13 The Royals That Weren’t (III)

"Speech! Speech! Speech!"

Naturally, the lean hobbit acquiesced. Standing tall, he twirled his bow between his fingertips. "My dear Bagginses and Boffins!" He carelessly but unerringly tossed the bow across the crowd, to the bonnet-wearing woman manning the cheese stand. "Tooks and Brandybucks!" He sent the violin flying in a similar manner, and Thorin's heart skipped a beat at the blatant abuse. But it was caught by clever fingers belonging to an unknown hobbit man, and the crowd cheered again. "Grubbs!" More cheers and laughs, each time he spoke the name of another family.
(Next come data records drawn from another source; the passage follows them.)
//! A figure as it stands: top speed, stall speed, way of turning.

use super::Standing;
use super::words::{above, limit, rate_down, rate_up, speed};
use crate::exact::{Rational, Speed, whole};
use crate::finding::{Code, Finding};
use crate::rig::{RotorId, Turning};
use num_traits::{Signed, Zero};

pub(super) fn check(standing: &Standing) -> Vec<Finding> {
    let fast = worst(standing, |id| over_top(standing, id));
    let slow = worst(standing, |id| stalls(standing, id));
    let mut found: Vec<Finding> = fast.into_iter().chain(slow).collect();
    found.extend(
        RotorId::BOTH
            .into_iter()
            .find_map(|id| wrong_way(standing, id)),
    );
    found
}

/// The finding of the rotor that misses its limit by the larger share, where any does.
fn worst(
    standing: &Standing,
    mut judge: impl FnMut(RotorId) -> Option<(Rational, Finding)>,
) -> Option<Finding> {
    let _ = standing;
    let mut found: Vec<(Rational, Finding)> =
        RotorId::BOTH.into_iter().filter_map(&mut judge).collect();
    // Stable: rotor a first where both miss alike.
    found.sort_by(|one, two| two.0.cmp(&one.0));
    found.into_iter().next().map(|(_, finding)| finding)
}

fn over_top(standing: &Standing, id: RotorId) -> Option<(Rational, Finding)> {
    let rotor = standing.rig.rotor(id);
    let need = standing.speeds.motor.of(id).abs();
    let top = &rotor.top_speed.value;
    if need.value() <= &(top.value() * (whole(1) + crate::exact::ratio(1, 1_000_000_000))) {
        return None;
    }
    let message = format!(
        "rotor {} would need {} rpm, the limit is {}",
        id.name(),
        above(crate::exact::to_f64(&need.rpm()), &top.rpm()),
        speed(top)
    );
    let help = highest_rate(standing).map(|rate| {
        format!(
            "`rate {} Hz` is the highest repeat rate that fits",
            rate_down(&rate)
        )
    });
    let finding = Finding::new(Code::LimitSpeed, standing.pace_place(), message)
        .also_at(rotor.top_speed.place, "the limit")
        .help_if(help);
    Some((need.value() / top.value(), finding))
}

fn term(standing: &Standing, id: RotorId) -> Rational {
    let ratio = standing.cue.figure.ratio;
    whole(i128::from(match id {
        RotorId::A => ratio.p(),
        RotorId::B => ratio.q(),
    }))
}

/// What the spin adds to a mirror's speed, in turns/s.
fn spun(standing: &Standing, id: RotorId) -> Rational {
    standing.speeds.mirror.of(id).value() - standing.speeds.repeat.value() * term(standing, id)
}

/// The repeat rate at which the mirror of `id` turns at `size` in the figure's own sense; `None` where it only spins.
fn rate_at(standing: &Standing, id: RotorId, motor: &Speed) -> Option<Rational> {
    let term = term(standing, id);
    if term.is_zero() {
        return None;
    }
    let mirror = motor.value() / standing.rig.rotor(id).motor_per_mirror().abs();
    Some((mirror - spun(standing, id) * term.signum()) / term.abs())
}

/// The highest repeat rate at which both motors keep their top speeds; `None` where there is none above zero.
pub(super) fn highest_rate(standing: &Standing) -> Option<Rational> {
    for id in RotorId::BOTH {
        let only_spin = standing
            .rig
            .rotor(id)
            .motor_speed(&Speed::new(spun(standing, id)));
        if term(standing, id).is_zero() && only_spin.abs() > standing.rig.rotor(id).top_speed.value
        {
            return None;
        }
    }
    RotorId::BOTH
        .into_iter()
        .filter_map(|id| rate_at(standing, id, &standing.rig.rotor(id).top_speed.value))
        .min()
        .filter(|rate| rate.is_positive() && (rate * whole(1000)).floor().is_positive())
}

fn stalls(standing: &Standing, id: RotorId) -> Option<(Rational, Finding)> {
    let rotor = standing.rig.rotor(id);
    let runs = standing.speeds.motor.of(id).abs();
    let stall = &rotor.stall_speed.value;
    if runs.is_zero() || &runs >= stall {
        return None;
    }
    let message = format!(
        "rotor {} would hold {} rpm, it does not run evenly below {}",
        id.name(),
        limit(&runs.rpm()),
        speed(stall)
    );
    let rate = rate_at(standing, id, stall)
        .filter(|rate| highest_rate(standing).is_some_and(|highest| rate <= &highest));
    let help = rate.map(|rate| {
        format!(
            "`rate {} Hz` is the lowest repeat rate that fits",
            rate_up(&rate)
        )
    });
    let finding = Finding::new(Code::StallHold, standing.pace_place(), message)
        .also_at(rotor.stall_speed.place, "the stall speed")
        .help_if(help);
    Some((stall.value() / runs.value(), finding))
}

fn wrong_way(standing: &Standing, id: RotorId) -> Option<Finding> {
    let rotor = standing.rig.rotor(id);
    let sign = standing.speeds.motor.of(id).sign();
    let (allowed, turned) = match rotor.turns.value {
        Turning::Forward if sign < 0 => ("forward", "backward"),
        Turning::Backward if sign > 0 => ("backward", "forward"),
        _ => return None,
    };
    let ratio = standing.cue.figure.ratio;
    let other_way = match id {
        RotorId::A => format!("{}:{}", -ratio.p(), ratio.q()),
        RotorId::B => format!("{}:{}", ratio.p(), -ratio.q()),
    };
    let message = format!(
        "rotor {} would turn {turned}, it may only turn {allowed}",
        id.name()
    );
    let help = (!term(standing, id).is_zero()).then(|| format!("`{other_way}` turns it {allowed}"));
    Some(
        Finding::new(Code::TurnDirection, standing.cue.figure_place, message)
            .also_at(rotor.turns.place, "the allowed way")
            .help_if(help),
    )
}
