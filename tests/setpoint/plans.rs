//! Plans built by hand, leg by leg: what the tests of rows and of the audit run on.

use phasewright::exact::{
    Acceleration, GridPhase, Rational, Seconds, Speed, Ticks, Turns, ratio, whole,
};
use phasewright::figure::{Figure, Form, Ratio};
use phasewright::finding::Place;
use phasewright::motion::{Law, LawKind};
use phasewright::plan::landing::Shares;
use phasewright::plan::{CueSpeeds, Leg, LegKind, Plan};
use phasewright::rig::{Gear, Pair, Projection, Rig, Rotor, RotorId, Stated, TableKind, Turning};
use phasewright::show::{Cue, Ending, Hold, Land, Length, Pace, Show, Transition, WrittenCue};
use std::sync::Arc;

/// A plan in the making.
pub(crate) struct Maker {
    rig: Rig,
    show: Show,
    plan: Plan,
}

/// A law without skew.
pub(crate) fn law(kind: LawKind) -> Law {
    Law {
        kind,
        skew: ratio(1, 2),
    }
}

fn transition(law: Law) -> Transition {
    Transition {
        place: Place::default(),
        length: Length::Given(Seconds::new(whole(1))),
        law,
        dark: false,
    }
}

/// A rotor with the given gear, sense and counts, and generous limits.
pub(crate) fn rotor(gear: (u32, u32), sense: i32, counts: u32) -> Rotor {
    Rotor {
        place: Place::default(),
        mirror: None,
        tilt: None,
        swing: None,
        top_speed: Stated::implied(Speed::from_rpm(&whole(12_000))),
        stall_speed: Stated::implied(Speed::zero()),
        acceleration: Stated::implied(Acceleration::new(whole(1000))),
        deceleration: Stated::implied(Acceleration::new(whole(1000))),
        jerk: None,
        gear: Stated::implied(Gear {
            motor: gear.0,
            mirror: gear.1,
        }),
        turns: Stated::implied(Turning::Both),
        sense,
        counts,
        index: Some(Stated::implied(Turns::new(ratio(1, 12)))),
        torque: None,
        drag: None,
        inertia: None,
    }
}

/// A rig with this tick and latency, in seconds.
pub(crate) fn rig(tick: Rational, latency: Rational, a: Rotor, b: Rotor) -> Rig {
    Rig {
        title: Some("Bench of \"two\" rotors".to_owned()),
        sha256: "ab".repeat(32),
        rotors: Pair { a, b },
        projection: Projection::Circular,
        throw: None,
        spacing: None,
        incidence: Pair { a: None, b: None },
        working_speed: Stated::implied(Speed::from_rpm(&whole(9000))),
        laser: None,
        latency: Seconds::new(latency),
        tick: Seconds::new(tick),
        storage: None,
        table: TableKind::Rows,
        repeat: Stated::implied(Speed::new(whole(30))),
    }
}

impl Maker {
    /// A show on `rig` that starts with a run-up by `law`.
    pub(crate) fn new(rig: Rig, law: Law) -> Self {
        let show = Show {
            title: Some("Ünter the pier".to_owned()),
            sha256: "0c".repeat(32),
            run_up: transition(law),
            cues: Vec::new(),
            order: Vec::new(),
            ending: None,
        };
        let plan = Plan {
            rig: Arc::new(rig.clone()),
            show: Arc::new(show.clone()),
            speeds: Vec::new(),
            legs: Vec::new(),
            rest: Pair {
                a: Turns::zero(),
                b: Turns::zero(),
            },
            loop_leg: None,
        };
        Self { rig, show, plan }
    }

    /// A written cue p:q repeating `repeat` times a second, morphed to by `law`; its index.
    pub(crate) fn cue(&mut self, p: i64, q: i64, repeat: Rational, law: Law) -> u32 {
        let figure = Figure {
            written: format!("{p}:{q}"),
            form: Form::Ratio,
            ratio: Ratio::new(p, q).unwrap(),
        };
        let mirror = Pair {
            a: Speed::new(&repeat * whole(p.into())),
            b: Speed::new(&repeat * whole(q.into())),
        };
        self.plan.speeds.push(Some(CueSpeeds {
            repeat: Speed::new(repeat.clone()),
            motor: Pair::each(|id| self.rig.rotor(id).motor_speed(mirror.of(id))),
            mirror,
            pose: None,
            shares: Shares::new(figure.ratio, &self.rig),
        }));
        self.show.cues.push(WrittenCue::Good(Box::new(Cue {
            place: Place::default(),
            figure_place: Place::default(),
            hold_place: Place::default(),
            land_place: None,
            pace_place: None,
            name: None,
            figure,
            morph: transition(law),
            hold: Hold::For(Seconds::new(whole(1))),
            pace: Pace::Rate(Speed::new(repeat)),
            land: Land::Usual,
            spin: Speed::zero(),
            beam: whole(1),
        })));
        self.plan.show = Arc::new(self.show.clone());
        (self.show.cues.len() - 1) as u32
    }

    /// Adds a leg; its landing is the grid point nearest to where half the change of speed leads, a bit further on.
    pub(crate) fn leg(&mut self, kind: LegKind, cue: u32, written: u32, ticks: u64, beam: u8) {
        let index = self.plan.legs.len();
        let start = self.plan.total();
        // A hold keeps the landing of the transition before it.
        let landed = self
            .plan
            .legs
            .last()
            .map_or_else(Pair::default, |leg| leg.landing);
        self.plan.legs.push(Leg {
            kind,
            cue,
            written,
            start,
            ticks: Ticks(ticks),
            beam,
            landing: landed,
        });
        if matches!(kind, LegKind::Hold | LegKind::RunDown) {
            return;
        }
        let landing = Pair::each(|id| {
            let further = if id == RotorId::A {
                ratio(1, 7)
            } else {
                ratio(-1, 3)
            };
            let there = &self.plan.phase_before(index, id) + &self.natural(index, id);
            let mirror = self.rig.rotor(id).mirror_phase(&there);
            GridPhase::nearest(&Turns::new(mirror.value() + further)).unwrap()
        });
        self.plan.legs[index].landing = landing;
    }

    /// Motor turns gained in a leg where the mean speed is half way.
    fn natural(&self, index: usize, id: RotorId) -> Turns {
        let leg = self.plan.legs[index];
        let to = self.plan.speeds[leg.written as usize].clone().unwrap();
        let to = to.motor.of(id).clone();
        let mean = (&self.plan.speed_before(index, id) + &to).times(&ratio(1, 2));
        mean.over(&leg.ticks.time(self.plan.tick()))
    }

    /// The looped plan, closed by a morph of this length into the hold at leg 1.
    pub(crate) fn looped(mut self, cue: u32, ticks: u64, law: Law) -> Plan {
        let first = self.plan.legs[1];
        let (first, at_start) = (first.written, self.plan.legs[0].landing);
        self.leg(LegKind::LoopMorph, cue, first, ticks, 0);
        let index = self.plan.legs.len() - 1;
        let near = self.plan.legs[index].landing;
        // The same place modulo the turns after which motor and mirror are both back: D turns of the mirror.
        self.plan.legs[index].landing = Pair::each(|id| {
            let mirror = self.rig.rotor(id).gear.value.mirror;
            let round = i128::from(mirror) * phasewright::exact::GRID_PER_TURN;
            let gap = near.of(id).0 - at_start.of(id).0;
            GridPhase(at_start.of(id).0 + gap.div_euclid(round) * round)
        });
        self.plan.loop_leg = Some(1);
        self.show.ending = Some(Ending::Loop {
            place: Place::default(),
            morph: transition(law),
        });
        self.plan.show = Arc::new(self.show);
        self.plan
    }

    /// The plan with a run-down of this length to the marks.
    pub(crate) fn run_down(mut self, cue: u32, ticks: u64, law: Law) -> Plan {
        let last = self.plan.legs.last().unwrap().written;
        let index = self.plan.legs.len();
        self.leg(LegKind::RunDown, cue, last, ticks, 0);
        self.plan.rest = Pair::each(|id| {
            let from = self.plan.speed_before(index, id).times(&ratio(1, 2));
            let there = &self.plan.phase_before(index, id)
                + &from.over(&Ticks(ticks).time(self.plan.tick()));
            let round = self.rig.rotor(id).closing_turns();
            Turns::new((there.value() / &round).floor() * round)
        });
        self.show.ending = Some(Ending::RunDown(transition(law)));
        self.plan.show = Arc::new(self.show);
        self.plan
    }
}

/// A looped show of three cues on a geared pair, 2 ms tick, one tick of latency; laws as given.
pub(crate) fn evening(laws: [LawKind; 4]) -> Plan {
    evening_of(laws, [400, 137, 211, 90, 177, 301, 250])
}

/// The same with legs of these lengths in ticks.
pub(crate) fn evening_of(laws: [LawKind; 4], ticks: [u64; 7]) -> Plan {
    let [up, second, third, back] = laws.map(law);
    let a = rotor((2, 1), 1, 4096);
    let b = rotor((3, 2), -1, 1000);
    let mut show = Maker::new(rig(ratio(2, 1000), ratio(2, 1000), a, b), up);
    let eight = show.cue(8, -5, ratio(61, 10), second.clone());
    let deltoid = show.cue(1, -2, ratio(100, 3), second);
    let weave = show.cue(5, -4, ratio(50, 7), third);
    show.leg(LegKind::RunUp, 0, eight, ticks[0], 0);
    show.leg(LegKind::Hold, 1, eight, ticks[1], 255);
    show.leg(LegKind::Morph, 2, deltoid, ticks[2], 0);
    show.leg(LegKind::Hold, 2, deltoid, ticks[3], 128);
    show.leg(LegKind::Morph, 3, weave, ticks[4], 64);
    show.leg(LegKind::Hold, 3, weave, ticks[5], 64);
    show.looped(4, ticks[6], back)
}

/// A show of one cue that ends at rest, 1/1024 s tick, equal motors, no gear.
pub(crate) fn there_and_back(up: LawKind, down: LawKind) -> Plan {
    there_and_back_of(up, down, [300, 200, 280])
}

/// The same with legs of these lengths in ticks.
pub(crate) fn there_and_back_of(up: LawKind, down: LawKind, ticks: [u64; 3]) -> Plan {
    let a = rotor((1, 1), 1, 4096);
    let b = rotor((1, 1), -1, 16_777_216);
    let mut show = Maker::new(rig(ratio(1, 1024), ratio(3, 1000), a, b), law(up));
    let star = show.cue(2, -3, ratio(70, 3), law(LawKind::Quintic));
    show.leg(LegKind::RunUp, 0, star, ticks[0], 0);
    show.leg(LegKind::Hold, 1, star, ticks[1], 200);
    show.run_down(2, ticks[2], law(down))
}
There were dozens of them and he knew them all, until he finally finished with "Chubbs, Hornblowers, Bolgers, Bracegirdles aaand Proudfoots!"

The cheers were loudest, almost raucous to Thorin's ears, but even so the old hobbit manning the produce wagon, with the largest feet Thorin had ever seen – feet propped horizontally on the same stool that had been used to make a walkway for Bilbo Baggins earlier – shouted over the clamor. "It's Proudfeet!"

"Actually, it's not!" Blbo shot back from his high perch, throwing the older man a cheeky grin. "And I put together a complete etymologic and lexical treatise to prove it." He reached into his coat and pulled out a small notebook, bound with a strap. "Behold! The marvels of Westron grammar!" He tossed it like a disk. The object landed with a plop on top of the open corn sack right next to the old Proudfot hobbit. The latter glared up at Bilbo Baggins and bit on the mouthpiece of his pipe, but even from his poor, far off vantage point Thorin could see there was no real ire there. "Hmph!"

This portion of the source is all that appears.